Stored data
++++++++

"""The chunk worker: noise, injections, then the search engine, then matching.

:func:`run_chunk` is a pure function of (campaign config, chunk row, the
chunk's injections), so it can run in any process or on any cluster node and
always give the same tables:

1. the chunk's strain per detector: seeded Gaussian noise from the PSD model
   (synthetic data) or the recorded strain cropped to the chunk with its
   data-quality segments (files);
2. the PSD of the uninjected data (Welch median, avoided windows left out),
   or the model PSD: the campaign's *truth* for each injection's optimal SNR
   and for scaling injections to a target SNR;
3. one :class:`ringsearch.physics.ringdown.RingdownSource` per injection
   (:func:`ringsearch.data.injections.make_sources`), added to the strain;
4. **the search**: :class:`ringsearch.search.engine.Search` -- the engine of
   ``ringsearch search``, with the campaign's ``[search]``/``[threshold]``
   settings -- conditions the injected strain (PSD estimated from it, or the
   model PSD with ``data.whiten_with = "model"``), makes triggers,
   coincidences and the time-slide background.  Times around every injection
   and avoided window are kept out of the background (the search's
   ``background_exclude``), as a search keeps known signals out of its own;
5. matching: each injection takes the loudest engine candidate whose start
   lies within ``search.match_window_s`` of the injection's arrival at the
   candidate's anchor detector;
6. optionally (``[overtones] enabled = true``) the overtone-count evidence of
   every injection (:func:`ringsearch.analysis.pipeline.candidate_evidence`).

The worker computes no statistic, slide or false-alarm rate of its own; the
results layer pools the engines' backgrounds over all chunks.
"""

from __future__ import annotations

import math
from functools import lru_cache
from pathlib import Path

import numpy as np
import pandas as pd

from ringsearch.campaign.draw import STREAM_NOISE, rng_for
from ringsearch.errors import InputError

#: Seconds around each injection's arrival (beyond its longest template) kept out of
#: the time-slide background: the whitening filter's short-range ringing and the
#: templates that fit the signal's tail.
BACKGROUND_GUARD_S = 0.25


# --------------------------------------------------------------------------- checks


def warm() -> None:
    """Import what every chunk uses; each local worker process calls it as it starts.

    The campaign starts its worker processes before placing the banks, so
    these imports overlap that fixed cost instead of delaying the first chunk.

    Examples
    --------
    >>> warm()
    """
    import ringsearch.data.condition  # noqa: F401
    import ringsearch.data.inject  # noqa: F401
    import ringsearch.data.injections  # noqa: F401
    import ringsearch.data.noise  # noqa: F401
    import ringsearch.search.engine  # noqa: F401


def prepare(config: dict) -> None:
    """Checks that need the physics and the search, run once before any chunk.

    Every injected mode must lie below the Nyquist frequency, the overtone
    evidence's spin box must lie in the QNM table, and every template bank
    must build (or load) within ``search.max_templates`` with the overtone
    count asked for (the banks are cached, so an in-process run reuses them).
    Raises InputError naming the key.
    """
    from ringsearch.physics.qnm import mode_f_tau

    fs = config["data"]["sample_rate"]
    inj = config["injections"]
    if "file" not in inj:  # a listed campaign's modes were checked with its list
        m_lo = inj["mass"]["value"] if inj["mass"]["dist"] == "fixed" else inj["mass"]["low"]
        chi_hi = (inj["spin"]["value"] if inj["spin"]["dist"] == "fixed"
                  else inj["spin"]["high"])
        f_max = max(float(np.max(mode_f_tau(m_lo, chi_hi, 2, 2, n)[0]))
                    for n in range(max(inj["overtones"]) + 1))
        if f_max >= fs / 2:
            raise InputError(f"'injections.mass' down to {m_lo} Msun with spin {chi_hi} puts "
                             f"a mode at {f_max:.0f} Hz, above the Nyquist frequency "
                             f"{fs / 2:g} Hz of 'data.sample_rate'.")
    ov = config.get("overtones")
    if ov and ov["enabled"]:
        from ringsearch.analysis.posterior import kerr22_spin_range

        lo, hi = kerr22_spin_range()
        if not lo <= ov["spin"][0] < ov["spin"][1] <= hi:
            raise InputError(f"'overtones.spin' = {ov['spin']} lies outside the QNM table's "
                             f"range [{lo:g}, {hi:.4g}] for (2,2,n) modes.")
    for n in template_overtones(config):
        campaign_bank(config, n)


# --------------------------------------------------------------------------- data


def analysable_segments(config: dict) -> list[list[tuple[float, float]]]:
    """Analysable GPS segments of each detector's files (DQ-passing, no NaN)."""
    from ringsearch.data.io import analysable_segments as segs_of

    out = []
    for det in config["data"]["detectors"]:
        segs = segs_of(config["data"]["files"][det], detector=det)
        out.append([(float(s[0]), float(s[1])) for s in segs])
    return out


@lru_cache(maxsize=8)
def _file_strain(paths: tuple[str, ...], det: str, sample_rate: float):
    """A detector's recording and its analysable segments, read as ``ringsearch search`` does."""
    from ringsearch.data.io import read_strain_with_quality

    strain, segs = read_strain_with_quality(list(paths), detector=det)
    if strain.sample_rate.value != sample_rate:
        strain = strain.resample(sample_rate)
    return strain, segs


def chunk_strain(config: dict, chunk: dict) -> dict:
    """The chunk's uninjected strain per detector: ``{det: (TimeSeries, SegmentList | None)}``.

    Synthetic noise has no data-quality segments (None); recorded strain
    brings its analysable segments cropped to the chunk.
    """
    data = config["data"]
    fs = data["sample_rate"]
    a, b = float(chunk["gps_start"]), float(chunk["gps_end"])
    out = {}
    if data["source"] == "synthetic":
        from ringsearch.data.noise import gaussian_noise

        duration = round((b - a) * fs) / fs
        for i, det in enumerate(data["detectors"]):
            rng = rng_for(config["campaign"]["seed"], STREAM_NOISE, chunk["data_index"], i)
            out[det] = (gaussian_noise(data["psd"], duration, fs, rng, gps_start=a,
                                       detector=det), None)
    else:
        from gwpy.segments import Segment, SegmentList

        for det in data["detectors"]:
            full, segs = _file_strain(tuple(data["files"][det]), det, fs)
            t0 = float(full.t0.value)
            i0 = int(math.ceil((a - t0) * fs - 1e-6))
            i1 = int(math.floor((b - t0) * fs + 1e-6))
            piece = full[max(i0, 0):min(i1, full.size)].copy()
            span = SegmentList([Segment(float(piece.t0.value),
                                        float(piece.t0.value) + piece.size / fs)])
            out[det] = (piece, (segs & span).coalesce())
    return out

++++++++

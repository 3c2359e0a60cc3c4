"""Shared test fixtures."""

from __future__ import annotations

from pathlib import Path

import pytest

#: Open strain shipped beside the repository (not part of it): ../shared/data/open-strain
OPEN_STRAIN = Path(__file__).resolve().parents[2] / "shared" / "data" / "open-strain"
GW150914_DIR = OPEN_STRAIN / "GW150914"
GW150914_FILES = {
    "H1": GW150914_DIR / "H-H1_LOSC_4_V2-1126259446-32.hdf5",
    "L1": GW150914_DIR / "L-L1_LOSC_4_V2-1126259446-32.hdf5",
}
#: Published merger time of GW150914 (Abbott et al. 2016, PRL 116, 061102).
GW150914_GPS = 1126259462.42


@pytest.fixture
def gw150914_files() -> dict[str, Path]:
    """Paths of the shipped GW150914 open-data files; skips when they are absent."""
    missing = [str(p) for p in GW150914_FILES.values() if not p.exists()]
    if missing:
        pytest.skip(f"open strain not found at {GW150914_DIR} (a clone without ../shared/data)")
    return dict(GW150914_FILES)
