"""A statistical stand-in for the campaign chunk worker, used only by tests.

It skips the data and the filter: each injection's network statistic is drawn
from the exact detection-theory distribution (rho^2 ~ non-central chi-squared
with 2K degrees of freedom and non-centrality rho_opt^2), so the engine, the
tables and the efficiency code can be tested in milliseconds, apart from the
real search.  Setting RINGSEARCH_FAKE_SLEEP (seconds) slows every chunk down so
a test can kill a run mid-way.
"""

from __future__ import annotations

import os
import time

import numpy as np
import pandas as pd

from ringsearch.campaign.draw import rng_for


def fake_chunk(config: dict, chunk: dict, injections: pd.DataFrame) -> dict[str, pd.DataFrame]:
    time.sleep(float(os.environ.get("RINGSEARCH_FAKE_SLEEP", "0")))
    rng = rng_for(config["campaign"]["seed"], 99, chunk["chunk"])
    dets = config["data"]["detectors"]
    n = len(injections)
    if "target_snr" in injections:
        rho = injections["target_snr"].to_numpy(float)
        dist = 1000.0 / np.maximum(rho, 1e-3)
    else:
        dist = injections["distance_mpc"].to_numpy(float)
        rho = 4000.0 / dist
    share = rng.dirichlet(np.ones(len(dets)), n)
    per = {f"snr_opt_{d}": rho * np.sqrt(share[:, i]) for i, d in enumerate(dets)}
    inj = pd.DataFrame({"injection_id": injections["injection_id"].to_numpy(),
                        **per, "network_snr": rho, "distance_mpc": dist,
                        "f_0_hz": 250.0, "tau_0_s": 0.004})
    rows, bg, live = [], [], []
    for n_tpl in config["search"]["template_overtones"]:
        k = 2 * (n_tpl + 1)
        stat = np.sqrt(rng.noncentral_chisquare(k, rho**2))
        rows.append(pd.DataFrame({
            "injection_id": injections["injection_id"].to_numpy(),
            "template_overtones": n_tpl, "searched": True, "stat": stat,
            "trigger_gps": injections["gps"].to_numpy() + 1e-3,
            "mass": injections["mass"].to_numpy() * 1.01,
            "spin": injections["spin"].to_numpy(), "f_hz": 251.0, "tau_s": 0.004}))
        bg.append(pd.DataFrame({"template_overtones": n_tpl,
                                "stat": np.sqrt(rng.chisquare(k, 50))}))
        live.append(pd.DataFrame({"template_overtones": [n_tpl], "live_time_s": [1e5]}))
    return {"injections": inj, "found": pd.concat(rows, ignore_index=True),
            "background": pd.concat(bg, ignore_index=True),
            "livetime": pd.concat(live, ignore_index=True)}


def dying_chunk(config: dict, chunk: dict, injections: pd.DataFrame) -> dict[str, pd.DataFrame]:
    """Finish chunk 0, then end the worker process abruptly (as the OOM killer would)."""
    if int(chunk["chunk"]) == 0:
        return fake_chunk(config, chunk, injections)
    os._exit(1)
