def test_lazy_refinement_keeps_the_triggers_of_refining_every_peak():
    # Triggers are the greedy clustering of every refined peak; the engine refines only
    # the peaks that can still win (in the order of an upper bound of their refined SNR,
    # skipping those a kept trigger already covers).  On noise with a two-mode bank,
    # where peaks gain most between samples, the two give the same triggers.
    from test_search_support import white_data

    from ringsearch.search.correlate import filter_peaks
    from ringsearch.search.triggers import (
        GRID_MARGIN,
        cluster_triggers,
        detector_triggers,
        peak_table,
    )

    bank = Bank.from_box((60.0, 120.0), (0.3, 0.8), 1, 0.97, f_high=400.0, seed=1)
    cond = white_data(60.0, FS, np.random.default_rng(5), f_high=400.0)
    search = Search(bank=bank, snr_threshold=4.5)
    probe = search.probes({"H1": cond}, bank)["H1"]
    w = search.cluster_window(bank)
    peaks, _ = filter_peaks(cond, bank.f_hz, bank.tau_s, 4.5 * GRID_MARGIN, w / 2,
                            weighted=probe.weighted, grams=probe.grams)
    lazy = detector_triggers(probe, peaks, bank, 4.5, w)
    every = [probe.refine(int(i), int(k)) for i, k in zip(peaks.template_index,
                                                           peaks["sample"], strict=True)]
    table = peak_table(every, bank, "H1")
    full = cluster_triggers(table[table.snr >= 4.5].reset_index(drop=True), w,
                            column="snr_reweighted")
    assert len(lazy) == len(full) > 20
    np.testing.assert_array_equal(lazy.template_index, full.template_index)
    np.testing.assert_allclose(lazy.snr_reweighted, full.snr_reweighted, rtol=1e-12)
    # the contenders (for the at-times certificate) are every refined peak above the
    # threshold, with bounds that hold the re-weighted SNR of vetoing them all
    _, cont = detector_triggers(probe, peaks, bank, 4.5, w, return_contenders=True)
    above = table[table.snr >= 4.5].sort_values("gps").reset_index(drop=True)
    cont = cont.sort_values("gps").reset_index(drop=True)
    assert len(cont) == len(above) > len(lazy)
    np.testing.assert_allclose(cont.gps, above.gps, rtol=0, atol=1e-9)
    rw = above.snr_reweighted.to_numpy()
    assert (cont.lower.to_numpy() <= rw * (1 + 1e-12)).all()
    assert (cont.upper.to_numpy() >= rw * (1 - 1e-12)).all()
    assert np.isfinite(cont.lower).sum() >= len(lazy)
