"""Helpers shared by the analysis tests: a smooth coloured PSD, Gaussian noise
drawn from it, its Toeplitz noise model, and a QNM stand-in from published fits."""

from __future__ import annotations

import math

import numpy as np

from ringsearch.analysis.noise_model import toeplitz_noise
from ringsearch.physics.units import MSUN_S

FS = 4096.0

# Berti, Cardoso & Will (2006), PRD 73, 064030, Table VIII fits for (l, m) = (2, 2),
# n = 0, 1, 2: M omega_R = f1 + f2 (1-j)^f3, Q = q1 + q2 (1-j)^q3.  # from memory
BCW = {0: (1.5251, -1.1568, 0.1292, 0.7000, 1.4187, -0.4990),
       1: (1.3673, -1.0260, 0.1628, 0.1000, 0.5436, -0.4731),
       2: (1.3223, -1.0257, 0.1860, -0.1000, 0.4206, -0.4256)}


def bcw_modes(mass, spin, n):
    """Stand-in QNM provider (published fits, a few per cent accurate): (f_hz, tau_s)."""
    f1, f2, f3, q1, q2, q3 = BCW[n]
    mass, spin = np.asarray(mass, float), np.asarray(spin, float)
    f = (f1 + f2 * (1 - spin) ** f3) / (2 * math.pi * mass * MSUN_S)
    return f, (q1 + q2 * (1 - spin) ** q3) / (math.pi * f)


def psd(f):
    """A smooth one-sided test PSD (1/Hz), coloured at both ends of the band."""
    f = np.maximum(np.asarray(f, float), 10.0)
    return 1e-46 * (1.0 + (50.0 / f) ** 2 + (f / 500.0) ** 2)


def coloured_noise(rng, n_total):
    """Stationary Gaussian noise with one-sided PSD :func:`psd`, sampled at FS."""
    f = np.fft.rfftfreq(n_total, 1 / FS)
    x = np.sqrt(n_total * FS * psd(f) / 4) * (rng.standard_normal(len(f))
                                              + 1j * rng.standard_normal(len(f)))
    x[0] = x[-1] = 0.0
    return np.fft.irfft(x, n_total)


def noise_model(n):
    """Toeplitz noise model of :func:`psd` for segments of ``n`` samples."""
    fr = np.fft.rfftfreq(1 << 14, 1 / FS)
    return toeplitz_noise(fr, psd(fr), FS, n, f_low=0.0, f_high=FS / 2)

++++++++

What lines above hold the word "skips"? List them all.

    """Paths of the shipped GW150914 open-data files; skips when they are absent."""
It skips the data and the filter: each injection's network statistic is drawn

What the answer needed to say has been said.